── ENTRIES SUPPLIED

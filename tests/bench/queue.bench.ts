import { mkdtempSync, rmSync } from 'node:fs';
import { tmpdir } from 'node:os';
import { join } from 'node:path';
import { type AppOptions, buildApp } from '../../src/app.ts';
import { type Child, startRedis, startWorker } from '../jobs/redis-process.ts';
import { smallPlanBody } from '../plan/small-plan.ts';
import type { BenchRow } from './timing.ts';

/** CPU-bound cells: 48² phantom, 2 patterns × 3 R × CS-TV 200 iterations × 2 seeds + 2 reference = 14 cells. */
const heavyPlan = smallPlanBody({
  source: { phantom: 'shepp-logan' },
  matrix: { nx: 48, ny: 48 },
  patterns: [
    { pattern: 'cartesian-random', acs: 4 },
    { pattern: 'poisson-disc', acs: 4 },
  ],
  methods: [{ name: 'cs-tv', iterations: 200 }],
});

/** Near-free cells (16², zero-filled), so the queue's own cost per cell shows: 4 R × 10 seeds + 10 = 50 cells. */
const lightPlan = smallPlanBody({
  source: { phantom: 'shepp-logan' },
  matrix: { nx: 16, ny: 16 },
  patterns: [{ pattern: 'cartesian-uniform' }],
  accelerations: [2, 3, 4, 5],
  seeds: 10,
});

/** Wall time of one plan from submit to done, and its cell count. */
async function planSeconds(options: AppOptions, body: unknown): Promise<{ seconds: number; cells: number }> {
  const dataDir = mkdtempSync(join(tmpdir(), 'kspace-bench-'));
  const app = await buildApp({ dataDir, workers: 1, limits: { maxIterations: 500 }, ...options });
  try {
    const started = performance.now();
    const submitted = await app.inject({ method: 'POST', url: '/v1/plans', payload: body as object });
    const id = (submitted.json() as { id: string }).id;
    for (;;) {
      const state = (await app.inject({ method: 'GET', url: `/v1/plans/${id}` })).json() as {
        status: string;
        progress: { total: number };
      };
      if (state.status === 'done')
        return { seconds: (performance.now() - started) / 1000, cells: state.progress.total };
      if (state.status !== 'queued' && state.status !== 'running')
        throw new Error(`plan ended ${state.status}`);
      await new Promise((resolve) => setTimeout(resolve, 20));
    }
  } finally {
    await app.close();
    rmSync(dataDir, { recursive: true, force: true });
  }
}

function row(name: string, run: { seconds: number; cells: number }, note = ''): BenchRow {
  const rate = run.cells / run.seconds;
  return {
    name,
    medianMs: run.seconds * 1000,
    note: `${run.cells} cells, ${rate.toFixed(2)} cells/s${note}`,
  };
}

/**
 * One plan each (not a median), after a warm-up: embedded on one thread, then on the Redis queue (Debian's
 * redis-server on loopback) with one and with two `npm run worker` processes of one thread each.
 */
export async function benchQueue(): Promise<BenchRow[]> {
  const redis = await startRedis();
  const workers: Child[] = [];
  try {
    const queue = { queue: { url: redis.url, planConcurrency: 8 } };
    const rows: BenchRow[] = [];
    // Each process's threads load the engine modules on their first cell: the light plan runs first
    // as the warm-up, so the heavy rows compare steady states.
    const embeddedLight = await planSeconds({}, lightPlan);
    rows.push(row('light plan, embedded, 1 thread', embeddedLight));
    const embeddedHeavy = await planSeconds({}, heavyPlan);
    rows.push(row('heavy plan, embedded, 1 thread', embeddedHeavy));

    workers.push(await startWorker({ QUEUE_URL: redis.url }));
    await planSeconds(queue, lightPlan);
    const oneLight = await planSeconds(queue, lightPlan);
    const overheadMs = ((oneLight.seconds - embeddedLight.seconds) * 1000) / oneLight.cells;
    rows.push(
      row(
        'light plan, queue, 1 worker process',
        oneLight,
        `; queue overhead ${overheadMs.toFixed(1)} ms/cell`,
      ),
    );
    const oneHeavy = await planSeconds(queue, heavyPlan);
    rows.push(row('heavy plan, queue, 1 worker process', oneHeavy));

    workers.push(await startWorker({ QUEUE_URL: redis.url }));
    await planSeconds(queue, lightPlan);
    const twoHeavy = await planSeconds(queue, heavyPlan);
    const ratio = oneHeavy.seconds / twoHeavy.seconds;
    rows.push(row('heavy plan, queue, 2 worker processes', twoHeavy, `; ${ratio.toFixed(2)}× one process`));
    return rows;
  } finally {
    for (const worker of workers) await worker.stop();
    await redis.stop();
  }
}
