"""Reads an exported acquisition bundle with Debian's python3-nibabel and python3-numpy and
reconstructs its zero-filled image independently of the service (docs/design.md §4.11).

Usage: /usr/bin/python3 tests/reference/acquisition_bundle_check.py DIR
DIR holds acquisition.nii, acquisition.json and images.nii of one Cartesian reconstruction whose
zero-filled image is the root-sum-of-squares of its coil images (one coil, or raw data).
Prints one JSON object: the NIfTI facts nibabel reports, the acquired count against the table, and
the largest difference between numpy's zero-filled root-sum-of-squares and the service's zero-filled
volume of images.nii, relative to that volume's maximum.
"""
import sys

import numpy as np

from bundle_io import print_facts, read_bundle, zero_filled_volume

folder = sys.argv[1]
header, kspace_file, kspace, rows = read_bundle(folder)  # kspace [u, v, 0, coil]
nx, ny = header["matrix"]["nx"], header["matrix"]["ny"]

# Coil images by the centred orthonormal DFT the header states; K[v, u] is the plane transposed.
rss = np.zeros((ny, nx))
for c in range(kspace.shape[3]):
    plane = kspace[:, :, 0, c].T.astype(np.complex128)
    image = np.fft.fftshift(np.fft.ifft2(np.fft.ifftshift(plane), norm="ortho"))
    rss += np.abs(image) ** 2
rss = np.sqrt(rss)

zero_filled = zero_filled_volume(folder)[0]

# The table's acquired points against the non-zero grid points of the first coil.
columns = header["table"]["columns"]
ky = rows[:, columns.index("ky")]
kx = rows[:, columns.index("kx")]
table_mask = np.zeros((ny, nx), dtype=bool)
table_mask[ny // 2 - ky, kx + nx // 2] = True
nonzero = np.any(kspace[:, :, 0, :] != 0, axis=2).T

print_facts(kspace_file, kspace, rows, rss, zero_filled, nonzeroOutsideTable=np.count_nonzero(nonzero & ~table_mask))
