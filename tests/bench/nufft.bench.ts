import { radialTrajectory } from '../../sampling/trajectories/radial-trajectory.ts';
import { fft2c } from '../../src/core/centered-fft.ts';
import { createComplexImage } from '../../src/core/complex-image.ts';
import { SeededRandom } from '../../src/core/random.ts';
import { createNufftPlan } from '../../src/nufft/nufft-plan.ts';
import { type BenchRow, medianMs } from './timing.ts';

/**
 * NUFFT at 256² on Nyquist radial with 2× readout oversampling (403 spokes × 512 samples), W = 4
 * and 6, α = 2: plan set-up, type 2 and type 1, each also as a ratio to one fft2c of the 512²
 * oversampled grid (the goal is ≤ 3×).
 */
export async function benchNufft(): Promise<BenchRow[]> {
  const side = 256;
  const t = radialTrajectory({ side, readoutOversampling: 2 });
  const rng = new SeededRandom(1);
  const image = createComplexImage(side, side);
  for (let i = 0; i < image.data.length; i++) image.data[i] = rng.normal();
  const grid = createComplexImage(2 * side, 2 * side);
  grid.data.set(image.data);
  const fftMs = await medianMs(() => fft2c(grid, grid), 7);
  const rows: BenchRow[] = [{ name: 'fft2c 512×512 (oversampled grid)', medianMs: fftMs }];
  for (const width of [4, 6]) {
    let plan = createNufftPlan(side, side, t.kx, t.ky, { width });
    const setup = await medianMs(
      () => {
        plan = createNufftPlan(side, side, t.kx, t.ky, { width });
      },
      3,
      1,
    );
    const samples = new Float64Array(2 * plan.count);
    const out = createComplexImage(side, side);
    const forward = await medianMs(() => plan.forward(image, samples), 7);
    const adjoint = await medianMs(() => plan.adjoint(samples, out), 7);
    const label = `256², ${t.readouts}×${t.samplesPerReadout} radial, W=${width} α=2`;
    rows.push({ name: `NUFFT plan ${label}`, medianMs: setup, note: 'taps and weights precomputed' });
    rows.push({
      name: `NUFFT type 2 ${label}`,
      medianMs: forward,
      note: `${(forward / fftMs).toFixed(2)}× fft2c 512²`,
    });
    rows.push({
      name: `NUFFT type 1 ${label}`,
      medianMs: adjoint,
      note: `${(adjoint / fftMs).toFixed(2)}× fft2c 512²`,
    });
  }
  return rows;
}
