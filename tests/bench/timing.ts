import { fft2c, ifft2c } from '../../src/core/centered-fft.ts';
import type { ComplexImage } from '../../src/core/complex-image.ts';

/** Small timing helpers for the benchmark harness: medians from one run, never assertions. */
export interface BenchRow {
  name: string;
  medianMs: number;
  note?: string;
}

/** Median wall time in ms of `runs` calls after `warmup` untimed calls. */
export async function medianMs(fn: () => unknown | Promise<unknown>, runs = 7, warmup = 2): Promise<number> {
  for (let i = 0; i < warmup; i++) await fn();
  const times: number[] = [];
  for (let i = 0; i < runs; i++) {
    const t0 = performance.now();
    await fn();
    times.push(performance.now() - t0);
  }
  times.sort((a, b) => a - b);
  const mid = times.length >> 1;
  return times.length % 2 ? times[mid] : (times[mid - 1] + times[mid]) / 2;
}

/**
 * The reference the benchmarks compare against: median ms of one fft2c + ifft2c pair on `image`
 * (in place, 11 runs).
 */
export function fftPairMs(image: ComplexImage): Promise<number> {
  return medianMs(() => {
    fft2c(image, image);
    ifft2c(image, image);
  }, 11);
}
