import type { PipelineContext } from '../../src/pipeline/run-reconstruction.ts';
import { type Plan, type PlanCell, runCell } from '../../src/plan/index.ts';

/**
 * A plan cell run `runs` times in this process (the volume cell probes run one process per
 * measurement): each run's wall time, the last NRMSE and the process's peak RSS afterwards.
 */
export async function timedCellRuns(
  plan: Plan,
  cell: PlanCell,
  ctx: PipelineContext,
  runs: number,
): Promise<{ wallMs: number[]; nrmse: number; peakRssMiB: number }> {
  const wallMs: number[] = [];
  let nrmse = 0;
  for (let i = 0; i < runs; i++) {
    const started = performance.now();
    const result = await runCell(plan, cell, ctx);
    wallMs.push(performance.now() - started);
    nrmse = result.metrics.nrmse ?? Number.NaN;
  }
  // maxRSS is in KiB (Node's process.resourceUsage).
  return { wallMs, nrmse, peakRssMiB: process.resourceUsage().maxRSS / 1024 };
}
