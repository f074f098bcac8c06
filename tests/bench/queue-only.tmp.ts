import { benchQueue } from './queue.bench.ts';

for (const r of await benchQueue()) console.log(`| ${r.name} | ${r.medianMs.toFixed(0)} | ${r.note} |`);
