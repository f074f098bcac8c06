import { getPhantom, phantomGridKspace } from '../../src/phantoms/index.ts';
import { type BenchRow, medianMs } from './timing.ts';

/** Exact grid k-space of the analytic phantoms (the default acquisition source). */
export async function benchPhantoms(): Promise<BenchRow[]> {
  const rows: BenchRow[] = [];
  for (const name of ['shepp-logan-modified', 'resolution-contrast']) {
    const phantom = getPhantom(name);
    for (const n of [256, 512]) {
      rows.push({
        name: `phantomGridKspace ${name} ${n}×${n}`,
        medianMs: await medianMs(() => phantomGridKspace(phantom, n, n), 5, 1),
      });
    }
  }
  return rows;
}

────

■ TASK REQUIREMENTS ■
Look for "overheadMs" in each line of the material, then copy the lines where it is found.

■ SOLUTION ■
    const overheadMs = ((oneLight.seconds - embeddedLight.seconds) * 1000) / oneLight.cells;
        `; queue overhead ${overheadMs.toFixed(1)} ms/cell`,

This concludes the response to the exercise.